Sohrab Shahid-Saless was born in Tehran in 1944 to a middle-class family and lived in Tehran. Saless was a storyteller as a child, with a passion for visualizing his narrations. In 1963, Shahid Saless left Iran for Vienna, where he attended a film school and an acting school at the same time, but his studies were discontinued there in 1967 due to a sudden diagnosis of tuberculosis. In the midst of treatment, he left for Paris to continue his film studies at the prestigious Independent Conservatory of French Cinema, and shortly thereafter, in 1968, he returned to Iran. Upon his return to Tehran, Shahid Saless began work with the Iranian Ministry of Culture as a documentary filmmaker, where he produced multiple short films and documentaries, partly on the topic of traditional dance amongst different Iranian ethnic groups. In the course of his stay in Iran (1968–74), he produced two major feature films, Yek ettefāq-e sāda (A Simple Event, 1973) and Ṭabiʿat-e bijān (Still Life, 1974), both of which won major international awards for their social realist depiction of life in Iran and for their innovative cinematographic and experimental style.Shahid Saless also made several short films for the Ministry of Culture and Arts. He made many commissioned films on the local folkloric dances of various ethnic groups. He also started making short documentaries depicting the unnerving condition of life among the working class.

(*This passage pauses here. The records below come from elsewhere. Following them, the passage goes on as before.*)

"""The page of a report as a frozen value: all words and figures in place, nothing rendered yet."""

from __future__ import annotations

from collections.abc import Sequence
from dataclasses import dataclass
from typing import Final

import polars as pl

from wanderers import __version__
from wanderers.ephemeris import timescales
from wanderers.ephemeris.bodies import BODIES, Body
from wanderers.ephemeris.frames import Frame
from wanderers.events.kinds import Kind
from wanderers.report import facts
from wanderers.report.comparison import Compared, compared
from wanderers.report.contents import Contents, Request
from wanderers.report.glance import Glance, at_a_glance
from wanderers.report.glossary import glossary
from wanderers.report.pictures import Picture
from wanderers.report.planets import PlanetSection, planet_sections
from wanderers.report.site_list import SightGroup, sight_groups
from wanderers.report.timeline import Timeline, timeline_of
from wanderers.site.places import Site
from wanderers.site.reasons import depth_words
from wanderers.site.summary import place_words, zone_words
from wanderers.site.visibility import Verdict

FRAME_WORDS: Final = {
    Frame.ECLIPTIC: "true ecliptic and equinox of date",
    Frame.EQUATOR: "true equator and equinox of date (longitude means right ascension)",
    Frame.J2000: "fixed mean ecliptic of J2000 (motion against the stars)",
}
SCALE_WORDS: Final = {"utc": "UTC", "tt": "TT"}
PLACES: Final = (
    "geocentric and apparent: light-time, light deflection by the Sun and annual aberration applied"
)
READERS: Final = "for planetarium producers, observers and calendar editors"


@dataclass(frozen=True, slots=True)
class Choice:
    """One tick box of a filter: the value in the tables and its words."""

    value: str
    label: str


@dataclass(frozen=True, slots=True)
class Page:
    """Everything the template prints.

    Attributes:
        title: of the page.
        lead: what it is and for whom, one sentence.
        stem: of the files that the page lets people save.
        first: beginning of the span.
        last: its end.
        span: the span in words.
        basis: the settings every reader should know: terms and words.
        generator: program and version.
        kernel_line: kernel and checksum in one line.
        provenance: terms and what they stand for: kernel, checksum, version, frame, time scale, ...
        timeline: the planets' lanes, which the page's program draws.
        overview: the picture of all longitudes, None where no planet was asked for.
        glance: the list at the top.
        sections: one a planet.
        definitions: stations and meetings of planets by every definition, the first of ``definition_count``.
        bodies: tick boxes of the body filter.
        kinds: tick boxes of the kind filter.
        event_count: rows of the event table.
        glossary: terms and their meanings.
        caution: what holds for the whole page.
        files: names of the data files beside the page, and what they hold.
        site: name of the site, empty where there is none.
        sights: what it can watch, easiest first.
        verdicts: tick boxes of the filter by verdict.
    """

    title: str
    lead: str
    stem: str
    first: str
    last: str
    span: str
    basis: tuple[tuple[str, str], ...]
    generator: str
    kernel_line: str
    provenance: tuple[tuple[str, str], ...]
    timeline: Timeline
    overview: Picture | None
    glance: tuple[Glance, ...]
    sections: tuple[PlanetSection, ...]
    definitions: tuple[Compared, ...]
    definition_count: int
    bodies: tuple[Choice, ...]
    kinds: tuple[Choice, ...]
    event_count: int
    glossary: tuple[tuple[str, str], ...]
    caution: str
    files: tuple[tuple[str, str], ...]
    site: str
    sights: tuple[SightGroup, ...]
    verdicts: tuple[Choice, ...]


def page_of(
    contents: Contents, pictures: Sequence[Picture], stem: str, files: Sequence[tuple[str, str]] = ()
) -> Page:
    """Compose the page of a report.

    Args:
        contents: its tables.
        pictures: drawn from them.
        stem: name of the report, for the files the page lets people save.
        files: names of the files beside the page, and what they hold.
    """
    request, site = contents.request, contents.request.site
    first, last = request.ends
    span = f"{first} to {last} {SCALE_WORDS[request.scale]}"
    overviews = [picture for picture in pictures if picture.body is None]
    return Page(
        title=f"The wandering planets, {first} to {last}{f', from {site.name}' if site else ''}",
        lead=f"Stations, retrograde seasons and meetings from {span}, {_seen_from(site)}: {READERS}.",
        stem=stem,
        first=first,
        last=last,
        span=span,
        basis=basis(contents),
        generator=f"wanderers {__version__}",
        kernel_line=f"kernel {contents.kernel.name}, SHA-256 {contents.kernel.sha256}",
        provenance=provenance(contents),
        timeline=timeline_of(contents),
        overview=overviews[0] if overviews else None,
        glance=at_a_glance(contents.events, contents.seasons, request.jd_from, request.kinds),
        sections=planet_sections(contents, pictures),
        definitions=compared(contents.definitions),
        definition_count=contents.definitions.height,
        bodies=body_choices(contents.events),
        kinds=kind_choices(contents.events),
        event_count=contents.events.height,
        glossary=glossary(kind for kind in Kind if kind.value in set(contents.events["kind"])),
        caution=facts.PAGE_CAUTION,
        files=tuple(files),
        site=site.name if site else "",
        sights=sight_groups(contents.events) if site else (),
        verdicts=verdict_choices() if site else (),
    )


def basis(contents: Contents) -> tuple[tuple[str, str], ...]:
    """Return the settings that every reader should know before the first figure."""
    request = contents.request
    first, last = request.ends
    return (
        ("Span", f"{first} to {last} {SCALE_WORDS[request.scale]}"),
        ("Frame", ", ".join(frame.value for frame in request.frames)),
        ("Seen from", place_words(request.site) if request.site else "the centre of the Earth"),
        ("Times", f"UTC, and local: {zone_words(request.site)}" if request.site else "UTC"),
        ("Kernel", contents.kernel.name),
        ("Events", f"{contents.events.height}"),
    )


def provenance(contents: Contents) -> tuple[tuple[str, str], ...]:
    """Return what another editor needs to explain a difference: sources, versions, frames, scales."""
    request, kernel = contents.request, contents.kernel
    first, last = request.ends
    wanted = [
        ("Bodies", [body.label for body in request.bodies], len(BODIES)),
        ("Kinds of events", [kind_label(kind) for kind in request.kinds], len(Kind)),
    ]
    return (
        ("Span", f"{first} to {last} ({SCALE_WORDS[request.scale]}), the end itself not included"),
        ("Frame", "; ".join(f"{frame.value}: {FRAME_WORDS[frame]}" for frame in request.frames)),
        ("Places", PLACES),
        *_site_terms(request),
        ("Time scale", "UTC on this page; TT and UTC in the files. " + timescales.time_scale_facts().source),
        ("Kernel", f"{kernel.name} ({kernel.path.name}, {kernel.size_bytes / 1e6:.0f} MB)"),
        ("Kernel checksum", f"SHA-256 {kernel.sha256}"),
        ("Program", f"wanderers {__version__}"),
        *((term, ", ".join(names) if len(names) < of else "all") for term, names, of in wanted),
        ("Magnitudes", "model magnitudes (V), as for the whole disc; weather and dust on Mars are left out"),
    )


def _seen_from(site: Site | None) -> str:
    if site is None:
        return "seen from the centre of the Earth"
    return f"for the whole Earth, and what can be seen of them from {place_words(site)}"


def _site_terms(request: Request) -> tuple[tuple[str, str], ...]:
    """Return from where and by which rules it is said what can be seen."""
    site, rules = request.site, request.rules
    if site is None:
        return ()
    extinction = rules.criteria.extinction_at(site.elevation_m)
    return (
        ("Site", f"{place_words(site)}, {zone_words(site)}"),
        (
            "Watchable",
            f"above {rules.min_altitude_deg:g} degrees with the Sun {depth_words(rules.sun_below_deg)}; "
            f"{extinction:.2f} magnitudes lost per air mass; night sky of {rules.criteria.dark_zenith_mag:g} "
            "magnitudes a square arcsecond overhead; a forecast of geometry and light, not of weather",
        ),
    )


def verdict_choices() -> tuple[Choice, ...]:
    """Return the verdicts from best to worst."""
    return tuple(Choice(verdict.value, verdict.value.replace("_", " ")) for verdict in Verdict)


def kind_label(kind: str) -> str:
    """Return a kind of event as people write it."""
    return kind.replace("_", " ").capitalize()


def body_choices(events: pl.DataFrame) -> tuple[Choice, ...]:
    """Return the bodies that occur in an event table, in the written order."""
    present = set(events["body"]) | set(events["other"])
    return tuple(Choice(body.value, body.label) for body in Body if body.value in present)


def kind_choices(events: pl.DataFrame) -> tuple[Choice, ...]:
    """Return the kinds that occur in an event table, in the order of documentation."""
    present = set(events["kind"])
    return tuple(Choice(kind.value, kind_label(kind)) for kind in Kind if kind.value in present)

Unsurprisingly, the political subversive message of these films was disliked by the government, and Shahid Saless was forced to leave the country. Settled in Germany in 1974, Shahid Saless started producing documentaries for the German media. The movies he made gained him further international recognition, and he continued making documentary and feature films for major German television programs. He made his last movie, Rosen für Afrika, in 1991 for German television. In 1992, he left Germany for the United States to join his family. He died from a chronic illness related to his liver from which he suffered throughout his life. Shahid Saless is known to be a pioneer of the new wave of Iranian cinema. In his own words, his cinema intends to document the “antagonism between man and society”. In the course of his oeuvre, he viewed the role of cinema as “to make conscious of indignity and inhumanity of life".